Date: Tuesday, October 28, 2025

Title: (2470–2503) Systemic Sclerosis & Related Disorders – Clinical Poster III

Session Type: Poster Session C

Session Time: 10:30AM-12:30PM

Background/Purpose: The therapeutic landscape for systemic sclerosis- interstitial lung disease (SSc-ILD) has rapidly evolved over the past decade, with increasing adoption of immunosuppressive (IST) and anti-fibrotic therapies. However, real-world data on current treatment strategies, including combination regimens, treatment switches, and clinical predictors for treatment decisions, remain limited. This study aims to characterize treatment patterns and their clinical drivers in the contemporary era using the EUSTAR database.

Methods: We analyzed SSc-ILD patients from the EUSTAR registry first assessed since ³ 2017. Treatment courses were defined as any use of IST and/or anti-fibrotic drugs ³3 months. Treatment strategies were classified as: (1) switch: change from one therapy to another during follow-up; (2) discontinuation: stopping a primary therapy without initiating another; (3) unmodified: no changes during follow-up; (4) combination: concurrent use of ³ 2 drugs. Frequency and combinations of therapies were described. Logistic regression analyses were used to identify clinical factors associated with treatment strategies.

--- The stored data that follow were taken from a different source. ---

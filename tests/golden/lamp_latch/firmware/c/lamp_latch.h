/*
 * A test latch: the latch's state, and one step a tick.
 *
 * Written by porter 0.1.0 from lamp_latch.yaml, SHA-256
 * 0000000000000000000000000000000000000000000000000000000000000000
 * Don't edit; remake it with: porter port lamp_latch.yaml -o DIR
 *
 * Same as the circuit for every sequence of any length.
 */
#ifndef LAMP_LATCH_H
#define LAMP_LATCH_H

#include <stdbool.h>
#include <stdint.h>

/* The time between two steps, in microseconds. */
#define LAMP_LATCH_TICK_US 1000u

/* Bits of `held`: set while the button is pressed. */
#define LAMP_LATCH_BUTTON_SET 0x01u /* SET */
#define LAMP_LATCH_BUTTON_CLEAR 0x02u /* CLEAR */

/* Bits of the answer: set while the output is active. */
#define LAMP_LATCH_OUTPUT_LAMP 0x01u /* lamp */

/* The state; leave its members to the functions below. */
typedef struct {
    /* the latch, 1 = output high. */
    uint8_t q;
} lamp_latch_t;

/* Set the power-on state; before anything else. */
void lamp_latch_init(lamp_latch_t *m);

/* Advance by one tick. `held`: see above, as read in this tick. Returns the active outputs.
 * From any bit pattern of the state the core is back in a legal one after at most 1 tick with the
 * buttons open.
 */
uint8_t lamp_latch_step(lamp_latch_t *m, uint8_t held);

/* True: stepping again with the `held` of the last step would change neither the state nor the
 * answer, for ever. The controller may sleep until a button changes. Step once before the first call.
 */
bool lamp_latch_idle(const lamp_latch_t *m);

#endif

Results: Among 277 patients, 159 (57%) received IST and/or anti-fibrotic therapy since their first evaluation, Table 1. Multivariable analysis showed that shorter disease duration (OR 0.991, 95% CI 0.987–0.996, p< 0.001) and presence of myositis (OR 9.93, 95% CI 1.94–51.76, p=0.006) were associated with treatment initiation. The different treatment courses are summarized in Figure 1 and grouped according to the 4 most used IST: mycophenolate mofetil (total courses 377, panel A), methotrexate (total courses 187, panel B), rituximab (total courses 257, panel C) and tocilizumab (total courses 122, panel D). A total of 213 treatment switches occurred (see Figure 2). Higher mRSS (OR 1.031, 95% CI 1.002 – 1.062, p = 0.035) and arthritis (OR 3.034, 95% CI 1.551 – 5.936, p = 0.001) were associated with treatment switching in multivariable logistic regression. Younger age (OR 0.968, 95% CI 0.953 – 0.985, p < 0.001), higher dyspnea class (OR 1.557, 95% CI 1.189 – 2.039, p = 0.001), and inflammatory arthritis (OR 2.560, 95% CI 1.354 – 4.840, p = 0.004) were associated with combination therapy. No predictor was associated with treatment discontinuation.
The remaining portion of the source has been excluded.